Growing appetite for e-books

Publisher Karthika V.K. says online connectivity in rural areas will see numbers going up

January 13, 2017 04:45 pm | Updated 07:56 pm IST

D igital reading marks a milestone this year, with the Kindle turning 10. The last decade has been rife with predictions of the printed book turning dinosaur; instead, it has been sharing space quite successfully with e-books. The sale of printed books grew in 2016 (albeit thanks to the demand of adult colouring books). But with PricewaterhouseCoopers predicting e-book sales will outpace print by 2018, we ask writer-publisher Karthika V.K to weigh in.

Having recently left HarperCollins after a nine-year stint that saw her working with some of the best authors in India — from Aravind Adiga, Anita Nair and Manu Joseph to S. Hussain Zaidi and Anuja Chauhan — Karthika feels that it is too early to predict the end of physical books, especially in India. “In my years at HarperCollins, we noticed that Indians continue to prefer physical books. While e-book readers such as the Amazon Kindle are gradually making an impact, e-book sales only make up a small fraction of the book sales in the country — roughly 10 per cent,” she says, adding, “In India, e-book readership is still restricted to some urban pockets. But as online connectivity improves and e-book readers begin to make their presence felt in rural areas, and more content in regional languages becomes available on platforms such as the Kindle, the numbers are bound to go up. Presently, most people pick up the international e-versions of physical books, since they are not easily available here.”

Things are not vastly different outside our borders and Karthika believes that in the West, especially in the Americas, e-book readership seems to have plateaued — on account of people getting over the novelty of e-readers. “In Europe, on the other hand, physical books have always been very popular and e-books have never caught the public fancy,” she says. While Karthika feels that people who have read physical books all their lives will continue to pick them up, she admits that the trend may change as millennials are growing up in an era of on-screen reading. “The ability to toggle between fonts and lighting options also makes an e-book reader a go-to option for older people,” she shares.

Karthika herself enjoys the convenience of an e-reader. “I am very old school. However, I am slowly appreciating the utility of the Kindle. I used to carry about six books with me whenever I travelled. Now I can travel light with the e-reader and read manuscripts on the go.”

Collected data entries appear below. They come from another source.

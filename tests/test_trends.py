"""engine.trends and engine.trend_spectra on small archives whose results we choose.

Expected numbers come from first principles (an exact exponential's crossing date, the
dB of an amplitude ratio, the power mean), from memory of ISO 20816-3's zone table, or
from the rule the module documents applied by hand to values written here.
"""

from __future__ import annotations

import json
import math

import numpy as np
import pytest
from _trend_helpers import (SITE, add_run, line_spectrum, new_archive, tone_spectrum,
                            week_time)

from engine.alarms.plan import AlarmPlan, Band
from engine.errors import InputError
from engine.forecast import MIN_POINTS, RECENT_POINTS
from engine.pipeline import evaluate_points
from engine.trend_spectra import peak_hold_resample
from engine.trends import (compare, fit_window, read_trend_csv, spectra_by_date, trend,
                           value_levels)

pytestmark = pytest.mark.filterwarnings("ignore::engine.errors.EngineWarning")
POINT = f"{SITE}/K-1/DE H"
OTHER = f"{SITE}/K-1/DE V"
DAY = 86400.0
BASE = [1.00, 1.02, 0.98, 1.01, 0.99]          # σ = 0.0158 mm/s, 3σ = 0.047 mm/s
B_PER_DAY = math.log(2.0) / 28.0               # doubling every four weeks


def rising_values() -> list[float]:
    """Weeks 1–6 healthy (week 6 = 1.00, inside the baseline band), then an exact
    exponential from week 6: v = exp(b·τ), τ days after week 6, doubling in 4 weeks."""
    return BASE + [1.00] + [math.exp(B_PER_DAY * 7.0 * k) for k in range(1, 7)]


@pytest.fixture(scope="module")
def rising(tmp_path_factory):
    """K-1 (ISO group 2, rigid) with twelve weekly runs of rising overall velocity
    (tests only read it)."""
    path = tmp_path_factory.mktemp("rise") / "rise.shaftwatch"
    arc = new_archive(path, {"K-1": (2, "rigid", ["DE H", "DE V"])})
    with arc:
        for w, v in enumerate(rising_values(), start=1):
            add_run(arc, POINT, w, values={"overall_velocity_mm_s": v, "crest_factor": 3.0})
        evaluate_points(arc)
    return path


def open_r(path):
    from engine.archive import open_archive

    return open_archive(path)


# -- the fit window ---------------------------------------------------------------------
def test_fit_window_starts_after_the_last_run_inside_the_baseline_band():
    v = np.array(rising_values())
    t = np.arange(v.size) * 7 * DAY
    w = fit_window(t, v, unit="mm/s RMS")
    # By hand: band 1.00 ± 0.047; week 6 (index 5, 1.00) is the last inside, so the fit
    # takes the six runs from index 6 on.
    assert (w.start, w.count, w.rule) == (6, 6, "since baseline")
    assert w.baseline_low == pytest.approx(1.0 - 3 * np.std(BASE, ddof=1))
    assert "after the value last sat inside its baseline band" in w.text


def test_fit_window_reaches_back_to_the_fewest_points_and_keeps_the_default_in_band():
    v = np.array(BASE + [1.0, 1.0, 1.0, 1.0, 2.0, 2.5])   # only two runs outside
    t = np.arange(v.size) * 7 * DAY
    w = fit_window(t, v)
    assert (w.start, w.count) == (v.size - MIN_POINTS, MIN_POINTS)
    healthy = np.array(BASE * 3)                           # the latest run is inside
    w = fit_window(np.arange(healthy.size) * DAY, healthy)
    assert (w.rule, w.count) == ("in baseline", RECENT_POINTS)
    w = fit_window(t, v, recent=7)
    assert (w.start, w.count, w.rule) == (v.size - 7, 7, "latest")
    with pytest.raises(InputError, match="recent"):
        fit_window(t, v, recent=MIN_POINTS - 1)


def test_automatic_window_forecasts_an_exact_exponential_on_time(rising):
    with open_r(rising) as arc:
        td = trend(arc, POINT, "overall_velocity_mm_s")
        late = trend(arc, POINT, "overall_velocity_mm_s", recent=8)
    # First principles: v = exp(b·τ) reaches 4.5 at τ* = ln(4.5)/b days after week 6.
    true = week_time(6).timestamp() + math.log(4.5) / B_PER_DAY * DAY
    f = td.forecast
    assert f.status == "forecast" and f.model == "exponential"
    assert abs(f.danger_date_s - true) < 3600.0
    assert f.reason.startswith("Fit window: the 6 runs from 2026-02-16")
    # The healthy weeks 5 and 6 in the fit flatten it, so that forecast comes late.
    assert late.forecast.danger_date_s > true + 2 * DAY


def test_until_keeps_only_the_runs_up_to_that_date(rising):
    until = week_time(9).timestamp()
    with open_r(rising) as arc:
        td = trend(arc, POINT, "overall_velocity_mm_s", until_s=until)
        with pytest.raises(InputError, match="until_s"):
            trend(arc, POINT, "overall_velocity_mm_s", until_s=math.nan)
    assert td.times_s.size == 9 and td.times_s.max() <= until
    assert td.forecast.points_used == MIN_POINTS     # weeks 7–9 reach back to five runs


# -- levels, units, zones ---------------------------------------------------------------
def test_levels_units_and_zones(rising):
    plan = AlarmPlan("K-1 DE H", (
        Band("overall velocity", "overall", alert=2.8, danger=4.5),
        Band("hf", "band_peak", alert=0.5, danger=1.0, unit="g", scale="peak", low=500.0,
             high=900.0),
        Band("crest", "crest_factor", alert=5.0, danger=7.0, unit="1", scale="")))
    assert value_levels(plan, "overall_velocity_mm_s") == ("mm/s RMS", 2.8, 4.5,
                                                           "overall velocity")
    assert value_levels(plan, "band:hf") == ("g 0-peak", 0.5, 1.0, "hf")
    assert value_levels(plan, "crest_factor") == ("1", 5.0, 7.0, "crest")
    assert value_levels(plan, "1x_mm_s") == ("mm/s RMS", None, None, "")
    with pytest.raises(InputError, match="no band 'nope'"):
        value_levels(plan, "band:nope")
    with pytest.raises(InputError, match="not known"):
        value_levels(plan, "speed")
    with open_r(rising) as arc:
        td = trend(arc, POINT, "overall_velocity_mm_s", forecast=False)
        with pytest.raises(InputError, match="no alarm plan|no band"):
            trend(arc, POINT, "band:1x")
    # The machine's ISO default (group 2, rigid): alert 2.8, danger 4.5 mm/s (from memory
    # of ISO 20816-3's table; zone C from 2.8, D from 4.5, A below 1.4).
    assert (td.alert, td.danger, td.unit) == (2.8, 4.5, "mm/s RMS") and td.forecast is None
    expected = ["A" if v < 1.4 else "B" if v < 2.8 else "C" if v < 4.5 else "D"
                for v in rising_values()]
    assert td.zones == expected
    assert td.states == ["alert" if z == "C" else "ok" for z in expected]


def test_as_dict_has_exactly_the_documented_keys(rising):
    with open_r(rising) as arc:
        d = trend(arc, POINT, "overall_velocity_mm_s").as_dict()
    json.dumps(d, allow_nan=False)
    assert set(d) == {"time", "value", "unit", "alert", "danger", "forecast"}
    assert d["time"][0] == "2026-01-05T08:00:00+00:00" and d["value"][0] == 1.0
    f = d["forecast"]
    for key in ("status", "model", "reason", "alert_date", "alert_interval", "danger_date",
                "danger_interval"):
        assert key in f
    assert f["alert_date"] is None              # already above alert at the last run
    lo, hi = f["danger_interval"]
    assert lo <= f["danger_date"] <= hi


def test_csv_round_trip_keeps_every_digit_and_nan(rising, tmp_path):
    with open_r(rising) as arc:
        td = trend(arc, POINT, "overall_velocity_mm_s", forecast=False)
    td.values[3] = math.nan
    back = read_trend_csv(td.to_csv(tmp_path / "t.csv"))
    assert (back.point, back.value, back.unit, back.alert, back.danger) == (
        POINT, "overall_velocity_mm_s", "mm/s RMS", 2.8, 4.5)
    np.testing.assert_array_equal(back.times_s, td.times_s)
    np.testing.assert_array_equal(back.values, td.values)       # NaN where NaN
    assert (back.states, back.zones, back.run_ids) == (td.states, td.zones, td.run_ids)
    bad = tmp_path / "bad.csv"
    bad.write_text("# point: x\n# value: y\n# unit: z\ntime,value,state,zone,run_id\n"
                   "yesterday,1,ok,A,r\n")
    with pytest.raises(InputError, match="bad.csv: line 5"):
        read_trend_csv(bad)


# -- waterfall --------------------------------------------------------------------------
def test_peak_hold_resample_keeps_peaks_and_interpolates_empty_bins():
    x = np.arange(11.0)
    a = np.array([0, 1, 5, 1, 0, 0, 2, 0, 0, 3, 0], dtype=float)
    coarse = peak_hold_resample(x, a, np.arange(0.0, 11.0, 2.0))   # bins [-1,1), [1,3), …
    np.testing.assert_array_equal(coarse, [0, 5, 1, 2, 0, 3])       # max of each bin
    fine = peak_hold_resample(x, a, np.arange(0.0, 12.0, 0.25))
    assert fine[8] == 5.0 and fine[9] == pytest.approx(4.0)         # 5 − 0.25·(5 − 1)
    assert np.isnan(fine[-4:]).all()                                # beyond the last line


@pytest.fixture
def speeds(tmp_path):
    """Runs at 1234, 1777 and 2950 rpm with 1× (2 mm/s) and 2× (0.7 mm/s), and one run
    without a speed."""
    path = tmp_path / "speeds.shaftwatch"
    with new_archive(path, {"K-1": (2, "rigid", ["DE H"])}) as arc:
        for w, rpm in enumerate((1234.0, 1777.0, 2950.0), start=1):
            add_run(arc, POINT, w, rpm=rpm, values={"rpm": rpm},
                    spectrum=tone_spectrum({rpm / 60: 2.0, 2 * rpm / 60: 0.7}, seed=w))
        add_run(arc, POINT, 4, spectrum=tone_spectrum({25.0: 1.0}, seed=4))
    return path


def test_waterfall_in_orders_puts_1x_and_2x_of_every_speed_in_one_bin(speeds):
    with open_r(speeds) as arc:
        w = spectra_by_date(arc, POINT, orders=True)
        own = [arc.results(r).spectrum.amplitude for r in w.run_ids]
        hz = spectra_by_date(arc, POINT)
    step = w.axis[1] - w.axis[0]
    # Twice the coarsest line spacing: 2 × 1.25 Hz / (1234/60 Hz) = 0.122 order → 1/8.
    assert step == pytest.approx(1 / 8) and w.axis_unit == "order"
    one, two = int(round(1 / step)), int(round(2 / step))
    assert len(w.run_ids) == 3 and w.left_out[0]["reason"] == "no shaft speed (rpm)"
    assert list(np.nanargmax(w.matrix, axis=1)) == [one] * 3
    for row, amp in zip(w.matrix, own):
        assert row[one] == pytest.approx(amp.max())                # peak held, not summed
        second = row[two - 3:two + 4]
        assert np.argmax(second) == 3                              # 2× in the 2× bin
    assert hz.matrix.shape == (4, 801) and hz.axis[-1] == pytest.approx(1000.0)
    with pytest.raises(InputError, match="orders=True"):
        spectra_by_date(open_r(speeds), POINT, bins=100)


# -- compare ----------------------------------------------------------------------------
@pytest.fixture
def lines(tmp_path):
    """Runs whose spectra hold exactly chosen amplitudes (mm/s RMS per line)."""
    path = tmp_path / "lines.shaftwatch"
    a = np.zeros(41)
    a[8], a[16], a[24] = 1.0, 0.5, 0.25
    peaks = [{"frequency_hz": 20.0, "amplitude": 2.0, "order": 1.0,
              "sources": [{"name": "motor 1×", "kind": "order"}]}]
    ids = {}
    with new_archive(path, {"K-1": (2, "rigid", ["DE H", "DE V"])}) as arc:
        ids["a"] = add_run(arc, POINT, 1, spectrum=line_spectrum(a))
        ids["b"] = add_run(arc, POINT, 2, spectrum=line_spectrum(3 * a))
        double = a.copy()
        double[16] = 2 * a[16]
        ids["c"] = add_run(arc, POINT, 3, spectrum=line_spectrum(double), peaks=peaks)
        ids["short"] = add_run(arc, POINT, 4, spectrum=line_spectrum(a[:21]))
        ids["other"] = add_run(arc, OTHER, 1, spectrum=line_spectrum(a))
    return path, ids


def test_compare_of_a_run_with_itself_is_0_db_everywhere(lines):
    path, ids = lines
    with open_r(path) as arc:
        c = compare(arc, ids["c"], ids["c"])
    assert np.all(c.db == 0.0) and c.rises == []      # first principles: log10(1) = 0


def test_compare_gives_20_log10_of_the_ratio_and_names_the_source(lines):
    path, ids = lines
    with open_r(path) as arc:
        c = compare(arc, ids["c"], ids["a"])
        base = compare(arc, ids["a"], baseline_runs=2)
        with pytest.raises(InputError, match="lines"):
            compare(arc, ids["short"], ids["a"])
        with pytest.raises(InputError, match="not of"):
            compare(arc, ids["a"], ids["other"])
    # First principles: 20·log10(2) = 6.0206 dB at the doubled line (20 Hz), 0 elsewhere.
    assert c.db[16] == pytest.approx(20 * math.log10(2.0), abs=1e-9)
    assert np.count_nonzero(c.db) == 1
    assert c.rises == [{"frequency_hz": 20.0, "current": 1.0, "reference": 0.5,
                        "db": pytest.approx(6.0206, abs=1e-4), "source": "motor 1×"}]
    # Baseline of runs a and 3a averaged in power: √((1² + 3²)/2) = √5 at line 8.
    assert base.reference_runs == [ids["a"], ids["b"]]
    assert base.reference_amplitude[8] == pytest.approx(math.sqrt(5.0), rel=1e-12)
    assert base.db[8] == pytest.approx(20 * math.log10(1 / math.sqrt(5.0)), abs=1e-9)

Audio books is one of the fastest growing segments in the publishing industry in the West. With companies in India roping in celebrities and authors to lend their voices for audio books, will they change the reading experience? “It is very early to predict, since audio books are only gradually making a mark here. I think that some books make the transition very easily, like the children’s books genre. I love listening to horror stories and children’s books in the audio format,” says Karthika, sharing, “One of Salman Rushdie’s masterpieces, Haroun and the Sea of Stories , is my personal favourite in the audio format. The story is narrated by Rushdie himself.”

Listen up, young writers

Chiki Sarkar of Juggernaut on what it takes to ink that deal

• Make your submission email short and concise. You don’t need to tell your life story. It’s the story that you want to publish that matters. Also, format your submission properly. No fancy fonts or single spacing.

• Write original stories. Don’t repeat the western narratives. Surprise your readers. Show us new worlds and cultures.

• Make the first page count. It’ll make all the difference in getting the reader to give you a chance.

• Limit your exposition. If the world of your story is thoughtfully built, it should come through naturally in scene and dialogue, not through pages of explanations.

• Don’t have a young-to-middle-aged, straight, able-bodied male protagonist as default. We want stories about all kinds of people.

• Don’t be dejected by a refusal. ‘No’ from a publisher is not the last word. Keep reading and keep writing.